The four steps in corpus investigation  

Step 1. Formulating a question

In practice

This step simply means that to begin a corpus search you have to have the question you want to find the answer to. In general this step should not pose much problems - it may seem that the questions come naturally, for example "Which preposition should I use with 'qualified'?" However, sometimes this step can be complicated: it may be difficult to get a grab of the actual question when you are revising your own text, for instance, as the problematic areas are not always obvious.

In the Corpus Library the problems and questions are preformulated, so you do not have to worry about this stage in the beginning. However, as the basis of the actual search, this step should be considered to be the most important one.

Try to be precise and specific

Consider whether open questions would be better than the yes/no type
(e.g. "what comes after x?" instead of "does y come after x?")

Keep in mind both lexical and grammatical issues

Step 2. Devising a search strategy

In practice

Next, you have to know how to find what you are looking for. Devising your search strategy requires some understanding on how the corpus you intend to use works, what can be found in it and how. You also have to know certain things about how language is structured, for example how parts of speech are organised to phrases. Sometimes you may need to try several strategies or multiple searches to find what you are looking for.

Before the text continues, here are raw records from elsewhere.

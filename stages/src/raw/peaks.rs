//! The fitted background: when `background` is a peak fit, every state of one detector is
//! fitted at once with Gaussians on a linear or exponential background
//! ([`crate::physics::peak_fit`]) over the region from the lowest side band to the highest.
//! Called by [`Accumulator::finish`](super::Accumulator::finish) per detector; a fit that
//! fails or gives a negative area falls back to the side bands there.

use serde::Serialize;

use crate::physics::peak_fit::{fit_counts, Background, PeakModel};

use super::plan::DetectorPlan;
use super::BackgroundMethod;

/// A peak fit of one detector, as recorded.
#[derive(Debug, Clone, PartialEq, Serialize)]
pub struct PeakFitRecord {
    /// Detector id.
    pub detector: String,
    /// χ².
    pub chi2: f64,
    /// Degrees of freedom.
    pub ndf: usize,
    /// Converged.
    pub converged: bool,
    /// Per gate (state and branch), its fitted peak, in the gates' order.
    pub peaks: Vec<FittedPeak>,
    /// Per gate, the counts in the peak window.
    pub window_counts: Vec<f64>,
    /// The fitted background, for plots.
    pub background: FittedBackground,
}

/// The background of a peak fit in counts per channel at energy E (MeV): `linear`
/// b₀ + b₁E or `exponential` b₀ exp(−b₁E), over the fit region.
#[derive(Debug, Clone, PartialEq, Serialize)]
pub struct FittedBackground {
    /// `linear` or `exponential`.
    pub shape: &'static str,
    /// b₀ in counts per channel.
    pub b0: f64,
    /// b₁ in counts per channel per MeV (linear) or 1/MeV (exponential).
    pub b1: f64,
    /// The fit region's first and last channel energies, MeV.
    pub region_mev: [f64; 2],
}

/// One state's peak in a peak fit.
#[derive(Debug, Clone, PartialEq, Serialize)]
pub struct FittedPeak {
    /// State name.
    pub state: String,
    /// Kinematic branch.
    pub branch: u8,
    /// Centroid, MeV.
    pub centroid_mev: f64,
    /// Width (standard deviation), MeV.
    pub width_mev: f64,
    /// Area in counts.
    pub area: f64,
    /// Its standard uncertainty.
    pub area_err: f64,
}

/// Fewest counts in a detector's fit region for a peak fit; below it the side bands serve.
pub const PEAK_FIT_MIN_COUNTS: f64 = 50.0;

/// Why a detector's peaks were not fitted (its side bands serve instead).
#[derive(Debug, Clone, PartialEq, thiserror::Error)]
pub enum PeakFitSkipped {
    /// The detector has no state to fit.
    #[error("no state has a window in this detector")]
    NoStates,
    /// Fewer bins in the fit region than parameters plus one.
    #[error("{bins} bins in the fit region; fitting {peaks} state(s) needs at least {needed}")]
    TooFewBins {
        /// Bins (channels) in the fit region.
        bins: usize,
        /// Peaks (states) to fit.
        peaks: usize,
        /// Bins needed: the 2 + 3 × peaks parameters, plus one.
        needed: usize,
    },
    /// Too few counts to fit.
    #[error("{counts} counts in {bins} bins of the fit region (a fit needs {PEAK_FIT_MIN_COUNTS})")]
    TooFewCounts {
        /// Counts in the fit region.
        counts: f64,
        /// Bins (channels) in the fit region.
        bins: usize,
    },
}

/// Fit every state of one detector at once: Gaussians on a background over the region from
/// the lowest side band to the highest, bins = channels.
///
/// # Errors
/// No state, fewer bins than parameters plus one, or fewer than [`PEAK_FIT_MIN_COUNTS`]
/// counts in the fit region: the side bands serve.
pub(super) fn fit_detector(
    det: &DetectorPlan,
    method: BackgroundMethod,
    n_ch: usize,
    spectrum: &dyn Fn(usize) -> f64,
    resolution_mev: f64,
) -> Result<PeakFitRecord, PeakFitSkipped> {
    let lo = det.gates.iter().map(|(_, g)| g.left.low_mev).fold(f64::INFINITY, f64::min);
    let hi = det.gates.iter().map(|(_, g)| g.right.high_mev).fold(f64::NEG_INFINITY, f64::max);
    let (x, y): (Vec<f64>, Vec<f64>) =
        (0..n_ch).map(|ch| (det.cal.energy_mev(ch as f64), spectrum(ch))).filter(|(e, _)| *e >= lo && *e < hi).unzip();
    let total: f64 = y.iter().sum();
    // Impurity peaks inside the region are fitted too, as peaks of no state.
    let impurities: Vec<f64> = det.impurity_mev.iter().copied().filter(|e| *e >= lo && *e < hi).collect();
    let (peaks, bins) = (det.gates.len() + impurities.len(), x.len());
    if peaks == 0 {
        return Err(PeakFitSkipped::NoStates);
    }
    if bins < 2 + 3 * peaks + 1 {
        return Err(PeakFitSkipped::TooFewBins { bins, peaks, needed: 2 + 3 * peaks + 1 });
    }
    if total < PEAK_FIT_MIN_COUNTS {
        return Err(PeakFitSkipped::TooFewCounts { counts: total, bins });
    }
    let background =
        if method == BackgroundMethod::PeakFitExponential { Background::Exponential } else { Background::Linear };
    let model = PeakModel { background, peaks };
    let side: Vec<f64> = det
        .gates
        .iter()
        .flat_map(|(_, g)| {
            x.iter().zip(&y).filter(move |(e, _)| g.left.contains(**e) || g.right.contains(**e)).map(|(_, n)| *n)
        })
        .collect();
    let b0 = if side.is_empty() { 0.0 } else { side.iter().sum::<f64>() / side.len() as f64 };
    let mut p0 = vec![b0.max(1e-3), 0.0];
    for (_, g) in &det.gates {
        let peak = x.iter().zip(&y).filter(|(e, _)| g.window.contains(**e)).map(|(_, n)| *n).fold(0.0, f64::max);
        let centre = if g.energy_kinematic_mev.is_finite() {
            g.energy_kinematic_mev
        } else {
            0.5 * (g.window.low_mev + g.window.high_mev)
        };
        p0.extend([(peak - b0).max(1.0), centre, resolution_mev]);
    }
    for e in &impurities {
        let near = x.iter().zip(&y).filter(|(x, _)| (**x - e).abs() <= resolution_mev).map(|(_, n)| *n);
        p0.extend([(near.fold(0.0, f64::max) - b0).max(1.0), *e, resolution_mev]);
    }
    let bin = det.cal.gain_mev_per_channel;
    let fit = fit_counts(&model, &x, &y, &p0, bin);
    let shape = match background {
        Background::Linear => "linear",
        Background::Exponential => "exponential",
    };
    Ok(PeakFitRecord {
        background: FittedBackground {
            shape,
            b0: fit.params[0],
            b1: fit.params[1],
            region_mev: [x[0], x[x.len() - 1]],
        },
        detector: det.id.clone(),
        window_counts: det
            .gates
            .iter()
            .map(|(_, g)| x.iter().zip(&y).filter(|(e, _)| g.window.contains(**e)).map(|(_, n)| *n).sum())
            .collect(),
        chi2: fit.chi2,
        ndf: fit.ndf,
        converged: fit.termination.converged(),
        peaks: det
            .gates
            .iter()
            .zip(&fit.peaks)
            .map(|((_, g), p)| FittedPeak {
                state: g.state.clone(),
                branch: g.branch,
                centroid_mev: p.centroid,
                width_mev: p.width,
                area: p.area,
                area_err: p.area_err,
            })
            .collect(),
    })
}

#[cfg(test)]
mod tests {
    use crate::raw::testing::raw;
    use crate::setup::testing::setup;

    #[test]
    fn a_detector_too_poor_for_a_peak_fit_says_why_and_keeps_its_side_bands() {
        let wide = "window_mev: [20.0, 20.5], left_mev: [19.5, 20.0], right_mev: [20.5, 21.0]";
        let narrow = "window_mev: [20.0, 20.25], left_mev: [19.75, 20.0], right_mev: [20.25, 20.375]";
        // (window and side bands, counts in channel 161 (20.125 MeV, inside the window),
        // the warning; the fit region runs from the left band's low end to the right band's
        // high end: 156..167 is 12 bins, 158..162 is 5)
        let cases = [
            (
                wide,
                10,
                "A: 10 counts in 12 bins of the fit region (a fit needs 50); side bands used instead of a peak fit",
            ),
            (
                narrow,
                1000,
                "A: 5 bins in the fit region; fitting 1 state(s) needs at least 6; side bands used instead of a \
                 peak fit",
            ),
        ];
        let setup = setup("[{ id: A, theta_lab_deg: 30.0, aperture: { shape: given, solid_angle_msr: 1.0 } }]");
        for (window, counts, warning) in cases {
            let plan = raw(window, "peak_fit_linear").build(&setup).expect("the plan builds");
            let mut acc = plan.accumulator();
            acc.add_spectrum_row(0, 161.0, f64::from(counts)).expect("a whole count");
            let result = acc.finish();
            assert_eq!(result.warnings, [warning]);
            assert!(result.peak_fits.is_empty());
            // The side bands hold nothing: the yield is the window's counts.
            assert_eq!(result.yields.len(), 1);
            assert_eq!(result.yields[0].counts_gross.to_bits(), f64::from(counts).to_bits(), "{window}");
        }
    }
}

In the Corpus Library you will be acquainted with several search strategies. In the examples the search string you should use is given to you and accompanied with guidance and tips. Later on, you can use the Library as a manual when running independent searches and devising your own strategies - pay attention to the Search tip and Good to know -boxes.

Keep in mind the possible search options when planning your strategy - you may use our Help Center and the help-options provided in BNC/COCA and MICASE

Consider which parts in a phrase are fixed, which variable. Use POS-tags or wildcards to replace the variable parts.

If you get many irrelevant results, restrict your search

Be prepared to revise your strategy when needed. Trials and errors are a good way to learn.

Step 3. Observing the examples

In practice

The sample sentences provided by the corpora are not always easy to interpret. You may get hundreds of examples, among which only a few may be relevant. On one hand, it is important to be able to discriminate between what is relevant and what is not, and to keep an open mind when viewing the results as you may be able to notice something you were not actually looking for.

The exercises in the Corpus Library are structured in a way that should gradually make it easier for you to interpret the search results and discern the essential. However, much depends on how you use your own observational and analytical skills.

Make sure to have understood the examples correctly and seek out the ones that the best match your target sentence

Try to set your own assumptions aside, as the words you are expecting to find may not be there, and vice versa

Try not to focus solely on the most frequent usage of a word, as the type you are looking for may be a less common case

Step 4. Drawing conclusions

In practice

You may have a large set of relevant examples, or just a few of them. Remember that what matters is the quality of your sample, not the quantity of the examples. However, if you get far more or far less search results than you expected, you should consider the significance of this. What does it tell you? What conclusions can be drawn?

Another point that should not be forgotten, is the type of conclusions that can be drawn. For instance, the absence of a certain combination doesn't indicate that this combination doesn't exist at all, but tells us that there is no evidence of this in the corpus.

In the Corpus Library feedback is given to you after each exercise. Use the feedback to verify your own findings and to develop your analytical and observational skills.

Even one example may be enough, if it is of good quality.

If you are surprised by a large/small number of examples, consider what this could mean. You may also need to revise your search strategy.

Remember to relate your conclusions to the initial question you formulated at Stage 1.


Adapted from: Claire Kennedy and Tiziana Miceli An evaluation of intermediate students' approaches to corpus investigation,
in Language Learning and Technology Vol. 5, No. 3, September 2001, pp. 77-90.